Saturday, January 13, 2007


Dinner Key Auditorium, Miami (1st March 1969)

The Miami concert dramatically altered The Doors' world, shaking its foundations thoroughly, and changing everything irreversibly thereafter. Records began to sell badly, right-wing groups demonstrated against The Doors, and promoters cancelled an entire tour. A fiasco, a financial catastrophe, an artistic disaster, but curiously enough, largely preconceived and planned by the ever-mischievous Jim Morrison.

On 28th February 1969, the night before the concert, Jim had seen a performance of 'Paradise Now' by the Living Theatre, at the University of Southern California. In fact, he had been to the two previous nights' performances as well. He loved it. In their play this controversial theatre group reflected ideas that Jim had been having himself, and that he had previously lived out on stage. Moreover, many of his pet obsessions concerning dialogue with the audience, provocation, as well as society's criticism, right down to the completely free form of stage presence, were daringly performed in an expanded version by the Living Theatre, and he had lapped it up.

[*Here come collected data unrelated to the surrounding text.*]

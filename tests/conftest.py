"""Shared fixtures.  Everything runs offline: astropy is told never to download."""
from __future__ import annotations

import sys
import textwrap
from pathlib import Path

import pytest

from stages.physics.offline import configure_offline

configure_offline()

PLUGINS = Path(__file__).parent / "plugins"
REPO = Path(__file__).resolve().parents[1]


@pytest.fixture
def plugin_on_path(monkeypatch):
    """Install the test plugin the way pip would: its dist-info on sys.path."""
    monkeypatch.syspath_prepend(str(PLUGINS))
    yield
    sys.modules.pop("relcorr_range_m", None)


@pytest.fixture
def write_config(tmp_path):
    """Write a TOML config into tmp_path and return its path."""

    def _write(text: str, name: str = "run.toml") -> Path:
        p = tmp_path / name
        p.write_text(textwrap.dedent(text))
        return p

    return _write


@pytest.fixture(scope="module")
def de421():
    """Barycentric states from DE421 read with jplephem directly (reference library), independent of
    stages.physics.ephemeris: (name, mjd, sod) -> (pos m, vel m/s)."""
    import numpy as np

    jplephem_spk = pytest.importorskip("jplephem.spk")
    skyfield_data = pytest.importorskip("skyfield_data")
    path = Path(skyfield_data.__file__).parent / "data" / "de421.bsp"
    kernel = jplephem_spk.SPK.open(str(path))
    segments = {"sun": [(0, 10)], "earth": [(0, 3), (3, 399)], "mars": [(0, 4)],
                "jupiter": [(0, 5)], "saturn": [(0, 6)]}

    def state(name, mjd, sod):
        jd1 = np.asarray(mjd, dtype=float) + 2400000.5
        jd2 = np.asarray(sod, dtype=float) / 86400.0
        p = v = 0.0
        for seg in segments[name]:
            pp, vv = kernel[seg].compute_and_differentiate(jd1, jd2)  # km, km/day
            p, v = p + pp, v + vv
        return np.atleast_2d(p.T) * 1e3, np.atleast_2d(v.T) * (1e3 / 86400.0)

    yield state
    kernel.close()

On 1st March 1969 Jim missed his direct flight from Los Angeles to Miami, where The Doors were booked to play at the Dinner Key Auditorium, an old, stuffy hall near the harbour, constructed of corrugated iron. He sat down in a bar at the airport and drank. As there were no more direct flights, he had to change planes in New Orleans around noon, and had to wait several hours for the connecting flight. He passed his time in a restaurant, where he consumed some more drinks, after which he also missed the connecting flight. Further hours of waiting for the next connecting flight to Miami were spent drinking. Eventually he arrived at the Dinner Key Auditorium in Miami, just minutes before the beginning of the concert. He was totally drunk. The atmosphere backstage was already at its lowest point. Against an arrangement that had been made, several thousand extra spectators had been squeezed into the venue. On top of this, the promoter had raised the price of the tickets by one dollar on his own authority. And when Bill Siddons, the new manager of The Doors, voiced a desire to cancel the concert with regard to this, he discovered that the lorry that had picked up the band's equipment from the airport had suddenly and mysteriously disappeared. In the meantime inside the hall, which normally only held 7,000 people, 13,000 fans were sweating. The Dinner Key Auditorium had no air conditioning.

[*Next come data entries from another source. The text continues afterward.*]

def summary(t_s, values, kind: str = "phase", tau0_s=None, m_list=(1, 10, 100),
            grid_rtol: float = 1e-6) -> dict:
    """Summary of one clock's series: mean fractional frequency offset, drift, Allan deviation.

    kind="phase": values are time offsets x (s); ``phase_fit`` (quadratic)
    with t_ref at mid-span gives the mean frequency y0 and drift D.
    kind="frequency": values are fractional frequencies y over tau0;
    ``frequency_drift_fit`` with t_ref at mid-span gives them.  For a linear
    frequency the value at mid-span is the time average over the span.
    Overlapping ADEV (``overlapping_adev`` / ``overlapping_adev_from_frequency``)
    at tau = m tau0 for the m whose estimate has at least one term, when the
    epochs lie on a regular grid (gaps allowed, see ``regular_grid``).
    Call once per clock (select its records first).
    """
    if kind not in ("phase", "frequency"):
        raise ValueError(f"kind must be 'phase' or 'frequency', got {kind!r}")
    t_all = _f64(t_s, "t_s")
    v_all = _f64(values, "values")
    if t_all.shape != v_all.shape:
        raise ValueError(f"t_s and values differ in shape: {t_all.shape} vs {v_all.shape}")
    t, v = _finite_pairs(t_all, v_all, "values")
    out = {"kind": kind, "n_records": int(t_all.size), "n_used": int(t.size)}
    span = float(t.max() - t.min()) if t.size else np.nan
    tref = float(0.5 * (t.max() + t.min())) if t.size else np.nan
    out.update(span_s=span, t_ref_s=tref)
    if kind == "phase":
        fit, res = (_phase_fit_with_residual(t, v, tref) if t.size else
                    (PhaseFit(np.nan, np.nan, np.nan), None))
        y_mean, drift = fit.y0, fit.drift_per_s
        rms = float(np.sqrt(np.mean(res * res))) if res is not None else np.nan
    else:
        fit = frequency_drift_fit(t, v, t_ref_s=tref) if t.size else DriftFit(np.nan, np.nan, np.nan)
        y_mean, drift, rms = fit.offset, fit.drift_per_s, fit.rms
    out.update(mean_fractional_frequency=y_mean, drift_per_s=drift,
               drift_per_day=drift * 86_400.0, fit_rms=rms)

    # ADEV needs a regular grid; records with a NaN value stay on it as gaps
    tau0, grid = regular_grid(t_all, v_all, tau0_s=tau0_s, rtol=grid_rtol)
    out["tau0_s"] = tau0
    out["evenly_sampled"] = grid is not None
    taus, adev, nterms = np.empty(0), np.empty(0), np.empty(0, dtype=np.int64)
    if grid is not None:
        est = overlapping_adev if kind == "phase" else overlapping_adev_from_frequency
        taus, adev, nterms = est(grid, tau0, m_list)
        keep = nterms > 0
        taus, adev, nterms = taus[keep], adev[keep], nterms[keep]
    out.update(adev_tau_s=taus.tolist(), adev=adev.tolist(), adev_n_terms=nterms.tolist())
    return out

"That, to me, was a perfect example of a mass hallucination, because I was up there on stage with him the whole time, you know, five feet away from him, and I ..., he never did it, man, he never pulled it out, he never took his pants off. But some people swore they saw it. And what they were seeing were the snakes and demons in their own minds that Jim was ... Jim had turned into the snake man, into the 'Lizard King', and they saw the 'Lizard King' pull it out. They didn't see Jim Morrison pull it out, 'cos Jim Morrison didn't. What they think they saw is another story. It was a mass hallucination, man, it was a very, very strange night in Miami, Florida: hot, sweaty, summer night. The place held eight thousand people and they'd packed in about twelve to fifteen thousand. No air conditioning. And Jim was a little drunk that night, and he was really giving a good rap to the audience. And the music was strange. And people just saw demons, saw snakes!"
(Ray Manzarek in an interview with Jimmy Fryer, May 1974)

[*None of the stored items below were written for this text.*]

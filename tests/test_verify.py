"""`relcorr verify`: every file a manifest lists is re-hashed; missing, modified and unexpected files
are named and make the command exit with EXIT_VERIFY.  Runs on the invented demo scenario.

``make_run`` is shared with tests/test_diff.py and tests/test_audit.py.
"""
from __future__ import annotations

import json
import shutil
from pathlib import Path
from typing import Callable

import pyarrow.parquet as pq

from pipelines.cli import main
from pipelines.errors import EXIT_CODES, EXIT_CONFIG, EXIT_OK, EXIT_VERIFY
from pipelines.verify import MANIFEST_VERSIONS, verify_manifest
from tests.conftest import REPO

CONFIG = """
[pipeline]
name = "read-only-commands"
record_kind = "tracking"
inputs = ["raw/*.parquet"]
batch_rows = 1000

[demo]
seed = 11
records_per_partition = 300
partitions = 2

[[stages]]
use = "stations"
catalogue = "stations.toml"

[[stages]]
use = "time_scales"
tdb_site = "{tdb_site}"
"""

DAY1, DAY2 = "tracking-2016-12-31", "tracking-2017-01-01"


def make_run(tmp_path: Path, write_config, tdb_site: str = "auto",
             edit_raw: Callable[[Path], None] | None = None, config_arg: str | None = None) -> Path:
    """Run the small chain stations -> time_scales on the demo scenario in tmp_path; return the new manifest.

    ``edit_raw(raw_folder)`` may change the raw files first (they are generated when missing).
    """
    if not (tmp_path / "stations.toml").exists():
        shutil.copy(REPO / "sample_configs" / "stations.toml", tmp_path / "stations.toml")
    cfg = write_config(CONFIG.format(tdb_site=tdb_site))
    if edit_raw is not None:
        if not (tmp_path / "raw").is_dir():
            from pipelines import demo
            from pipelines.config import load_config

            demo.generate(load_config(cfg, require_inputs=False))
        edit_raw(tmp_path / "raw")
    folder = tmp_path / "products" / "manifests"
    before = set(folder.glob("*.json")) if folder.is_dir() else set()
    assert main(["run", config_arg or str(cfg)]) == EXIT_OK
    new = set(folder.glob("*.json")) - before
    assert len(new) == 1
    return new.pop()


def _listed_outputs(manifest: Path) -> list[str]:
    m = json.loads(manifest.read_text())
    return [o["path"] for p in m["partitions"] for a in p["steps"] for o in a.get("outputs", [])] + \
        [p["input"]["path"] for p in m["partitions"]]


def test_manifest_version_is_the_one_written():
    from pipelines.manifest import MANIFEST_VERSION

    assert MANIFEST_VERSION in MANIFEST_VERSIONS


def test_exit_code_is_documented_as_an_exit_code():
    assert EXIT_VERIFY in EXIT_CODES and EXIT_VERIFY not in (EXIT_OK, EXIT_CONFIG)


def test_fresh_run_verifies_every_listed_file(tmp_path, write_config, monkeypatch, capsys):
    # run with a relative config path, as a user in the run's folder would; verify from elsewhere
    monkeypatch.chdir(tmp_path)
    manifest = make_run(tmp_path, write_config, config_arg="run.toml")
    assert json.loads(manifest.read_text())["config"]["path"] == str(tmp_path / "run.toml")  # recorded absolute
    elsewhere = tmp_path / "elsewhere"
    elsewhere.mkdir()
    monkeypatch.chdir(elsewhere)

    report = verify_manifest(manifest)
    assert report.ok, [c for c in report.checks if c.status != "ok"]
    checked = {c.path for c in report.checks}
    listed = _listed_outputs(manifest)
    assert len(listed) == 2 * (1 + 4 * 2)  # per partition: input, 4 steps x (records, quarantine)
    assert set(listed) <= checked
    roles = {c.role for c in report.checks}
    assert {"config", "auxiliary: leap seconds", "auxiliary: station catalogue", "auxiliary: earth orientation"} <= roles
    config_check = next(c for c in report.checks if c.role == "config")
    assert Path(config_check.path) == tmp_path / "run.toml"
    catalogue = next(c for c in report.checks if c.role == "auxiliary: station catalogue")
    assert Path(catalogue.path) == tmp_path / "stations.toml"
    # the Earth-orientation identity is a pair of files: both are checked
    assert len([c for c in report.checks if c.role == "auxiliary: earth orientation"]) == 2

    capsys.readouterr()
    assert main(["verify", str(manifest)]) == EXIT_OK
    out = capsys.readouterr().out
    assert "verified" in out and "NOT VERIFIED" not in out


def test_tampered_files_are_named_and_fail(tmp_path, write_config, capsys):
    manifest = make_run(tmp_path, write_config)
    product = (tmp_path / "products" / f"{DAY1}.parquet").resolve()  # the stable name links to it
    assert product.parent.name == "by-fingerprint"
    data = bytearray(product.read_bytes())
    mid = len(data) // 2
    data[mid:mid + 8] = bytes(b ^ 0xFF for b in data[mid:mid + 8])  # same size, other bytes
    product.write_bytes(bytes(data))
    work = next((tmp_path / "work" / DAY2).glob("01-stations-*.quarantine.parquet"))
    with open(work, "ab") as fh:
        fh.write(b"\0")  # one byte longer

    report = verify_manifest(manifest)
    bad = {c.path: c for c in report.problems}
    assert set(bad) == {str(product), str(work)}
    assert bad[str(product)].status == "modified" and "sha256" in bad[str(product)].detail
    assert bad[str(product)].partition == DAY1 and bad[str(product)].role == "product records"
    assert bad[str(work)].status == "modified" and "size" in bad[str(work)].detail

    capsys.readouterr()
    assert main(["verify", str(manifest)]) == EXIT_VERIFY
    out = capsys.readouterr().out
    assert str(product) in out and str(work) in out and "NOT VERIFIED" in out


def test_deleted_file_is_missing(tmp_path, write_config, capsys):
    manifest = make_run(tmp_path, write_config)
    gone = next((tmp_path / "work" / DAY2).glob("02-time_scales-*.parquet"))
    assert not gone.name.endswith(".quarantine.parquet")
    gone.unlink()
    report = verify_manifest(manifest)
    assert [(c.status, c.path) for c in report.problems] == [("missing", str(gone))]
    capsys.readouterr()
    assert main(["verify", str(manifest)]) == EXIT_VERIFY
    assert f"MISSING    {gone}" in capsys.readouterr().out


def test_moved_files_are_missing_and_product_like_ones_unexpected(tmp_path, write_config):
    manifest = make_run(tmp_path, write_config)
    products = tmp_path / "products"
    # a raw input moved away: missing
    raw = tmp_path / "raw" / f"{DAY2}.parquet"
    (tmp_path / "archive").mkdir()
    raw.rename(tmp_path / "archive" / raw.name)
    # a product's stable name renamed inside the product folder: missing where listed, unexpected where it is now
    product = products / f"{DAY1}.parquet"
    product.rename(products / "renamed.parquet")
    report = verify_manifest(manifest)
    got = sorted((c.status, c.path) for c in report.problems)
    assert got == sorted([("missing", str(raw)), ("missing", str(product)),
                          ("unexpected", str(products / "renamed.parquet"))])


def test_extra_product_like_file_is_unexpected_and_nothing_else(tmp_path, write_config, capsys):
    manifest = make_run(tmp_path, write_config)
    products = tmp_path / "products"
    extra = products / "tracking-2017-01-02.quarantine.parquet"
    shutil.copy(products / f"{DAY1}.quarantine.parquet", extra)
    # outside the narrow definition: hidden temporaries, sub-folders, other suffixes, work folders
    (products / f".{DAY1}.parquet.tmp-12345").write_bytes(b"partial")
    (products / "notes.txt").write_text("not a product")
    shutil.copy(products / f"{DAY1}.parquet", products / "manifests" / "copy.parquet")
    shutil.copy(products / f"{DAY1}.parquet", tmp_path / "work" / DAY1 / "01-stations-0000000000000000.parquet")
    assert pq.read_metadata(extra).num_rows > 0
    report = verify_manifest(manifest)
    assert [(c.status, c.path) for c in report.problems] == [("unexpected", str(extra))]
    capsys.readouterr()
    assert main(["verify", str(manifest)]) == EXIT_VERIFY
    out = capsys.readouterr().out
    assert "UNEXPECTED" in out and str(extra) in out


def test_changed_model_file_is_modified(tmp_path, write_config):
    manifest = make_run(tmp_path, write_config)
    catalogue = tmp_path / "stations.toml"
    catalogue.write_text(catalogue.read_text() + "\n# edited after the run\n")
    report = verify_manifest(manifest)
    assert [(c.status, c.role, c.path) for c in report.problems] == [
        ("modified", "auxiliary: station catalogue", str(catalogue))]


def test_unreadable_manifest_is_one_line_and_exit_2(tmp_path, capsys):
    bad = tmp_path / "broken.json"
    bad.write_text("{not json")
    assert main(["verify", str(bad)]) == EXIT_CONFIG
    err = capsys.readouterr().err
    assert "Traceback" not in err and len(err.strip().splitlines()) == 1 and str(bad) in err
    assert main(["verify", str(tmp_path / "absent.json")]) == EXIT_CONFIG
    assert "no such manifest" in capsys.readouterr().err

The surviving Doors' recollections of Miami, always choosing their wordscarefully, and sometimes slightly romanticising the evening, all mask the unalterable fact that in reality the concert was pure chaos. Someone in the audience had recorded the concert. This recording, which played an important, but sadly not a crucial role, in the subsequent court case, largely reflected what had happened that night. With this recording, as well as with numerous photographs and witness accounts, the performance in Miami can virtually be reconstructed.

More and more about this show: Doors Quarterly
A true story by David E. LeVine: Click
The Miami Incident by Jan E. Morris: Click
Lots of pics from this show: Click

Get "The Doors: On The Road" by Greg Shaw: Click

Download link in comments.

I can't recommend regular music fans to listen this awful audience recording.
But this is one of the most legendary rock concert of all time.


Blogger Lizardson said...


13 January, 2007 00:30  
Anonymous Anonymous said...

You have an amazing collection. Great blog!

Any chance of posting "llouis + Decuyper"?

13 January, 2007 04:06  
Anonymous Anonymous said...

Thanks Lizardson!

So - how's the sound quality on this one? There are great boots made from FM broadcasts or taken from first-generation "board" tapes, and then there's pretty awful audience-cassettes.
Anyone that has grabbed it - your opinion?

13 January, 2007 09:04  
Anonymous Anonymous said...

Thanks for this! Personally, I would have paid good money to see Jim Morrison expose himself- disrespectful, poetic, drunk, prophetic or not... It seems that he exposed a great deal more of himself in his music which I am very grateful for.

13 January, 2007 09:33  
Anonymous Anonymous said...

What great a story about the 'Miami bust'. I remember all the controversy about it in 1970 and I always assumed it was straightforward, but these links set the story straight. Great stuff.

13 January, 2007 13:44  
Anonymous Anonymous said...

Great one again, lizardson!!!!!
Thank you for this historical concert!


13 January, 2007 22:44  
Anonymous Anonymous said...

Truely historic stuff.
Sound quality not as bad as I had expected - for an audience tape of that age.

14 January, 2007 09:20  
Anonymous Anonymous said...

Thanks so much - been a Doors fan for a long time now and it's good to get such an amazing historical document - thanks again!!!